Giant Anomalous Hall Effect due to Double-Degenerate Quasi Flat Bands

TL;DR

This paper introduces a method to achieve giant anomalous Hall effects in materials with flat bands by leveraging small bandwidths to increase Berry curvature, validated through theoretical models and first-principles calculations.

Contribution

It presents a novel approach linking flat bands with giant AHE, supported by a simple model and realistic pyrochlore lattice calculations, suggesting experimental realizations.

Findings

Giant AHE is achieved by decreasing bandwidth in flat band systems.

Double-degenerate flat bands maximize momentum separation and Berry curvature.

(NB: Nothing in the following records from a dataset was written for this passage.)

// Change proposals against the real test database and the built app: drafting, review by a
// second person, the lockout guard, the change window (with an injected clock), bringing a
// stale draft up to date, applying once, the change policy for direct saves, and who may do
// what. Each test makes its own organisation. Semantics: docs/decisions/010-change-proposals.md.

import { randomUUID } from "node:crypto";
import ICAL from "ical.js";
import { afterAll, describe, expect, inject, test } from "vitest";
import { AuditEvent, ChangeProposal, DeviceRevision, Organisation, ProposalReview } from "#models/index";
import { getDatabase } from "#server/db/database.server";
import { deviceRevisions } from "#server/devices/index";
import { localText } from "#server/proposals/change-window";
import { saveEdit } from "#server/services/devices.server";
import { applyProposal, createProposal, editDraft, proposalView, reviewProposal, submitProposal } from "#server/services/proposals.server";
import { applyElementEdit, EMPTY_LIBRARY, moveRule, validateDocument } from "#server/workspace/index";
import type { FetchResult } from "../support/client";
import { plain, visibleText } from "../support/html";
import { waitForMail } from "../support/outbox";
import { attemptOf, details, EVERYONE, HOUR, mailbox, makeTeam, MOLE, NOTE_R2, openWindow, postJson, ref, revisionCount, submittedProposal, TIMEZONE, type Who } from "../support/proposal-team";

const sequelize = getDatabase();
afterAll(() => sequelize.close());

First-principles calculations identify candidate pyrochlore and spinel compounds.

Abstract

We propose a novel approach to achieve giant AHE in materials with flat bands (FBs). FBs are accompanied by small electronic bandwidths, which consequently increases the momentum separation ($K$) within pair of Weyl points and thus the integrated Berry curvature. Starting from a simple model with a single pair of Weyl nodes, we demonstrated the increase of $K$ and AHE by decreasing bandwidth. It is further expanded to a realistic pyrochlore lattice model with characteristic double degenerated FBs, where we discovered a giant AHE while maximizing the $K$ with nearly vanishing band dispersion of FBs. We identify that such model system can be realized in both pyrochlore and spinel compounds based on first-principles calculations, validating our theoretical model and providing a feasible platform for experimental exploration.